In a comment published by Nature on 25 August, the international members of the joint mission warned it’s time to get on with “phase 2” because the window for some studies is closing. But WHO is reconfiguring the team. It recently announced a new International Scientific Advisory Group for Origins of Novel Pathogens (SAGO) that will provide “rapid advice” to launch the follow-up studies described in the mission report, but also study the origins of future outbreaks. The Chinese government has shown no signs it will welcome SAGO members, but Wang is hopeful it will have a change of heart: “In an ideal world, we need a Chinese collaboration.”

Chinese scientists are conducting their own studies into potential natural origins, but few outside the country know details. “Unfortunately, finding out what is being done is getting harder by the day because the lab-leak stuff has turned COVID origins into a major political weapon,” says one Western researcher who asked not to be identified. “My colleagues in China are nervous and feeling great pressure.”

China has been pushing the theory that the virus came from another country—maybe brought in on frozen food, or, according to baseless propaganda, concocted at a U.S. military lab. “It’s comical,” Worobey says. “The big picture here is China is doing everything it can to push the narrative that this pandemic started outside of China.” He suspects that while rejecting the lab-leak theory, the Chinese government is also unenthusiastic about pursuing a natural origin, fearing that proof would expose China to further blame for a pandemic even if the discovery exonerated Chinese scientists. “I think at some point they thought, here’s the strategy: We try to muddy the waters,” he says.

But even without China’s cooperation, there are ways to move ahead. Some studies elsewhere have already yielded intriguing leads. Researchers have found coronaviruses in bats in neighboring countries that suggest evolutionary pathways from an ancestor of SARS-CoV-2 to the pandemic virus. More clues may come from studies in Southeast Asia of wild pangolins—the only other species to date found to harbor a close SARS-CoV-2 relative.

Researchers can also hunt for cases outside of China that predate the December 2019 outbreak. One possibility, Wang says, is to check the blood of Wuhan visitors or residents who were in the city in the months before, including the 9000 athletes from more than 100 countries who attended the Military World Games there in October 2019. (A new antibody assay from his lab, he says, can distinguish between SARS-CoV-2 and related viruses that may have preceded it.)

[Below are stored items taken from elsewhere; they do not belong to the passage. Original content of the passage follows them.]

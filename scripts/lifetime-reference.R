# Builds the R survival fixtures under test/reference/lifetime/ for the
# lifetime kind: Rscript scripts/lifetime-reference.R (after
# scripts/lifetime-reference.py, which writes solder-joints.csv).
# - survreg-aft.json: survival::survreg fits of the accelerated-failure-time
#   model cycles ~ 1/kelvin + finish + load for the seven families survreg
#   has (all but the gamma), on the mixed right/left/interval data
#   (Surv(type = "interval2")) and on the exact/right-censored version; and
#   intercept-only fits of the ball-bearing data (Lieblein & Zelen 1956) for
#   standard errors. Tight convergence (rel.tolerance 1e-13).
# - survfit-nonparametric.json: survival::survfit Kaplan–Meier with
#   conf.type = "log-log" on the exact/right-censored data, and the
#   interval-censored (Turnbull) estimate on the mixed data and on the
#   overlapping inspection windows of seal-inspections.csv.
library(survival)
out_dir <- file.path(dirname(sub("^--file=", "", grep("^--file=", commandArgs(FALSE), value = TRUE))), "..", "test", "reference", "lifetime")
d <- read.csv(file.path(out_dir, "solder-joints.csv"), stringsAsFactors = FALSE)
d$finish <- factor(d$finish, levels = c("matte", "gloss"))
t1 <- ifelse(d$status == "left", NA, d$cycles)
t2 <- ifelse(d$status == "right", NA, ifelse(d$status == "interval", d$upper, d$cycles))
bearings <- c(17.88, 28.92, 33.00, 41.52, 42.12, 45.60, 48.48, 51.84, 51.96, 54.12, 55.56, 67.80,
              68.64, 68.64, 68.88, 84.12, 93.12, 98.64, 105.12, 105.84, 127.92, 128.04, 173.40)

num <- function(x) ifelse(is.na(x), "null", sprintf("%.17g", x))
vec <- function(x) paste0("[", paste(num(x), collapse = ", "), "]")
obj <- function(...) {
  kv <- list(...)
  paste0("{", paste(sprintf("\"%s\": %s", names(kv), unlist(kv)), collapse = ", "), "}")
}
str <- function(s) sprintf("\"%s\"", s)
families <- c(exponential = "exponential", weibull = "weibull", lognormal = "lognormal", loglogistic = "loglogistic",
              normal = "gaussian", logistic = "logistic", smallestExtremeValue = "extreme")
control <- survreg.control(rel.tolerance = 1e-13, maxiter = 200)
fit_json <- function(f) {
  v <- vcov(f)
  obj(coefficients = vec(coef(f)), scale = num(f$scale), logLikelihood = num(f$loglik[2]),
      standardErrors = vec(sqrt(diag(v))), iterations = num(f$iter),
      covariance = paste0("[", paste(apply(v, 1, vec), collapse = ", "), "]"))
}
fits <- function(make) paste0("{", paste(sprintf("\"%s\": %s", names(families), sapply(families, function(fam) fit_json(make(fam)))), collapse = ", "), "}")
mixed <- fits(function(fam) survreg(Surv(t1, t2, type = "interval2") ~ I(1 / kelvin) + finish + load, data = d, dist = fam, control = control))
right <- fits(function(fam) survreg(Surv(rightOnlyCycles, rightOnlyStatus == "exact") ~ I(1 / kelvin) + finish + load, data = d, dist = fam, control = control))
bear <- fits(function(fam) survreg(Surv(bearings) ~ 1, dist = fam, control = control))
versions <- obj(R = str(R.version$version.string), survival = str(as.character(packageVersion("survival"))))
writeLines(paste0("{\n \"source\": \"survival::survreg, formula ~ I(1/kelvin) + finish (reference matte) + load; coefficients on log-time (time for normal, logistic, extreme); scale is sigma; logLikelihood is survreg's loglik[2]\",\n",
                  " \"versions\": ", versions, ",\n \"terms\": [\"intercept\", \"1/kelvin\", \"finish=gloss\", \"load\"],\n",
                  " \"mixed\": ", mixed, ",\n \"right\": ", right, ",\n \"bearings\": ", bear, "\n}"),
           file.path(out_dir, "survreg-aft.json"))

km <- survfit(Surv(rightOnlyCycles, rightOnlyStatus == "exact") ~ 1, data = d, conf.type = "log-log")
k <- km$n.event > 0
tb <- survfit(Surv(t1, t2, type = "interval2") ~ 1, data = d)
seals <- read.csv(file.path(out_dir, "seal-inspections.csv"), stringsAsFactors = FALSE)
s1 <- ifelse(seals$status == "left", NA, seals$day)
s2 <- ifelse(seals$status == "right", NA, ifelse(seals$status == "interval", seals$upper, seals$day))
sb <- survfit(Surv(s1, s2, type = "interval2") ~ 1)
writeLines(paste0("{\n \"source\": \"survival::survfit: Kaplan-Meier (conf.type log-log, std.err of -log S) on rightOnlyCycles; interval-censored (Turnbull) estimate on the mixed data\",\n",
                  " \"versions\": ", versions, ",\n",
                  " \"kaplanMeier\": ", obj(time = vec(km$time[k]), atRisk = vec(km$n.risk[k]), failures = vec(km$n.event[k]), survival = vec(km$surv[k]),
                                           logStandardError = vec(km$std.err[k]), lower = vec(km$lower[k]), upper = vec(km$upper[k])), ",\n",
                  " \"turnbull\": ", obj(time = vec(tb$time), survival = vec(tb$surv)), ",\n",
                  " \"sealsTurnbull\": ", obj(time = vec(sb$time), survival = vec(sb$surv)), "\n}"),
           file.path(out_dir, "survfit-nonparametric.json"))
cat("wrote", out_dir, "\n")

The search will never lead us to patient zero, the first person to be infected by SARS-CoV-2, Hanage says. “Humans are looking for a story,” he says. “They want Columbo to come in and just somehow get somebody to confess or show what actually happened.” Instead, there are “possible stories” about SARS-CoV-2’s origin—some more probable than others—and stories that can be excluded, Hanage says. “And the space of possible stories in which there was a natural origin in or around the markets is much larger than the space of possible origins in which the Wuhan Institute of Virology is involved.”